The walk from the station to work is all "very real" on Thursday and Friday.
Keeps me on my toes.

------
simonbarker87
As someone working out of, literally, a tin shed in Byker (a stones through
from the Tyne river in Newcastle for those unfamiliar with the area) it's nice
to see the city getting some good PR. One thing I would add is that there are
plenty of businesses outside straight up IT/Tech in the city and as a result
there is a really great and diverse business community.

If you are looking for somewhere to start a company that involves
manufacturing (as ours does) then you could do a lot worse that the Northeast
- the legacy of ship building and the presence of the 500,000 cars per year
Nissan factory make it a great place to get stuff made.
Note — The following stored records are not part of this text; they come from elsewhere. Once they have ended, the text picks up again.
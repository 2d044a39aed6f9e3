'use client';

import { useState, useTransition } from 'react';
import { ROLE_LABELS, ROLES, type Role } from '@/lib/auth/roles';
import { setMemberRoles } from './actions';

export function RoleEditor({ userId, roles, label }: { userId: string; roles: Role[]; label: string }) {
  const [value, setValue] = useState<Role[]>(roles);
  const [message, setMessage] = useState<string | null>(null);
  const [pending, start] = useTransition();
  const dirty = value.slice().sort().join() !== roles.slice().sort().join();
  return (
    <div className="flex flex-wrap items-center gap-3">
      <fieldset className="flex flex-wrap gap-3 text-sm" aria-label={`Roles of ${label}`}>
        {ROLES.map((r) => (
          <label key={r} className="flex items-center gap-1">
            <input
              type="checkbox"
              checked={value.includes(r)}
              onChange={(e) => setValue(e.target.checked ? [...value, r] : value.filter((x) => x !== r))}
            />
            {ROLE_LABELS[r]}
          </label>
        ))}
      </fieldset>
      <button
        type="button"
        className="btn py-1"
        disabled={!dirty || pending}
        onClick={() =>
          start(async () => {
            const res = await setMemberRoles({ userId, roles: value });
            setMessage(res.ok ? 'Saved.' : res.fieldErrors[0]?.message ?? res.message);
          })
        }
      >
        Save
      </button>
      {message ? <span role="status" className="text-xs text-ink-muted">{message}</span> : null}
    </div>
  );
}
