import { expect, type Locator, type Page } from '@playwright/test';

/**
 * Page helpers for the envelope editor tests: where a (time, rate) point is on the canvas,
 * and the segment table read back as numbers.
 */

/** Margins of the plot inside the canvas box (EnvelopeCanvas MARGIN) and the view that fits a new envelope (fitView). */
const PLOT = { left: 52, right: 14, top: 14, bottom: 38, height: 340 };

export interface View {
  t0: number;
  t1: number;
  hzTop: number;
}

/**
 * The view the editor opens with: the whole envelope plus 2 % before and after, rates up
 * to 110 % of the highest of envelope peak, ceiling and rate cap.
 */
export function openingView(durationS: number, topHz: number): View {
  return { t0: -0.02 * durationS, t1: 1.02 * durationS, hzTop: 1.1 * topHz };
}

export function canvas(page: Page): Locator {
  return page.getByRole('application', { name: /Envelope editor/ });
}

/** Page coordinates of (t, hz) on the canvas. */
export async function pointOnCanvas(page: Page, view: View, t: number, hz: number) {
  const el = canvas(page);
  // Pointer events go only where the viewport shows: bring the whole plot on screen first.
  await el.scrollIntoViewIfNeeded();
  const box = await el.boundingBox();
  const width = await el.evaluate((e) => e.clientWidth);
  if (!box) throw new Error('canvas not laid out');
  const plotW = width - PLOT.left - PLOT.right;
  const plotH = PLOT.height - PLOT.top - PLOT.bottom;
  return {
    x: box.x + PLOT.left + ((t - view.t0) / (view.t1 - view.t0)) * plotW,
    y: box.y + PLOT.top + plotH - (hz / view.hzTop) * plotH,
  };
}

export interface Row {
  kind: 'ramp' | 'sine';
  durationS: number;
  fromHz?: number;
  toHz?: number;
  meanHz?: number;
  depthHz?: number;
  freqHz?: number;
  phaseDeg?: number;
}

const num = async (page: Page, label: string) => Number(await page.getByLabel(label, { exact: true }).inputValue());

/** The segment table's first page, as numbers. */
export async function readTable(page: Page): Promise<Row[]> {
  const n = await page.getByRole('combobox', { name: /^Segment \d+ kind$/ }).count();
  const rows: Row[] = [];
  for (let i = 1; i <= n; i++) {
    const kind = (await page.getByLabel(`Segment ${i} kind`, { exact: true }).inputValue()) as Row['kind'];
    const durationS = await num(page, `Segment ${i} duration (s)`);
    if (kind === 'ramp') {
      rows.push({ kind, durationS, fromHz: await num(page, `Segment ${i} from (Hz)`), toHz: await num(page, `Segment ${i} to (Hz)`) });
    } else {
      rows.push({
        kind,
        durationS,
        meanHz: await num(page, `Segment ${i} mean (Hz)`),
        depthHz: await num(page, `Segment ${i} depth (Hz)`),
        freqHz: await num(page, `Segment ${i} frequency (Hz)`),
        phaseDeg: await num(page, `Segment ${i} phase (°)`),
      });
    }
  }
  return rows;
}

/**
 * Pulses one trial expects: the integral of the rate envelope, in closed form — trapezoids
 * for ramps, and for mean + depth·sin(2πft + φ) over D seconds
 * mean·D + depth/(2πf)·(cos φ − cos(2πfD + φ)) (elementary calculus).
 */
export function expectedPulses(rows: readonly Row[]): number {
  let sum = 0;
  for (const r of rows) {
    if (r.kind === 'ramp') sum += (r.durationS * (r.fromHz! + r.toHz!)) / 2;
    else {
      const w = 2 * Math.PI * r.freqHz!;
      const phi = (r.phaseDeg! * Math.PI) / 180;
      sum += r.meanHz! * r.durationS + (r.depthHz! / w) * (Math.cos(phi) - Math.cos(w * r.durationS + phi));
    }
  }
  return sum;
}

/** The preview panel once it shows the current spec. */
export async function previewSettled(page: Page): Promise<Locator> {
  const preview = page.getByRole('region', { name: 'Preview', exact: true });
  await expect(preview).toHaveAttribute('aria-busy', 'false', { timeout: 20_000 });
  await expect(preview.getByText('Up to date')).toBeVisible();
  return preview;
}

/** The value cell beside a label in the preview numbers. */
export function previewNumber(page: Page, label: string): Locator {
  return page
    .getByRole('region', { name: 'Preview numbers' })
    .locator('dt', { hasText: label })
    .locator('xpath=following-sibling::dd[1]');
}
Alos, London is great an everything but for quality of life and low cost of
living Newcastle knocks spots of it. Something that, as a cash strapped
founder, is really useful and on a good day it's only a 2.5 hour train ride to
London.

------
LogicX
Great video I can empathize with. We're building a startup community in Myrtle
Beach, SC, US (www.coworkmyr.com). We aren't quite at 'critical mass' yet, but
share a lot of the same sentiments about it being somewhere to focus, and so
long as it has some community and access to the same resources it can be a
great place to do a startup.

Perhaps even a better place than major hubs where cost of living is so high
that your runway is necessarily shorter.

We wrote about it recently: "Get Your Ass To Mars: Making a case for tech
startups in Myrtle Beach" [http://coworkmyr.com/get-your-ass-to-mars-making-a-
case-for-...](http://coworkmyr.com/get-your-ass-to-mars-making-a-case-for-
tech-startups-in-myrtle-beach/)

------
ceeK
This is just up the road from my hometown. It's a breath of fresh air to see
startups in the North of England, especially as it is one of the most
deprived. Hopefully it's sustainable as I'm getting tired of all the Tech City
talk by the government.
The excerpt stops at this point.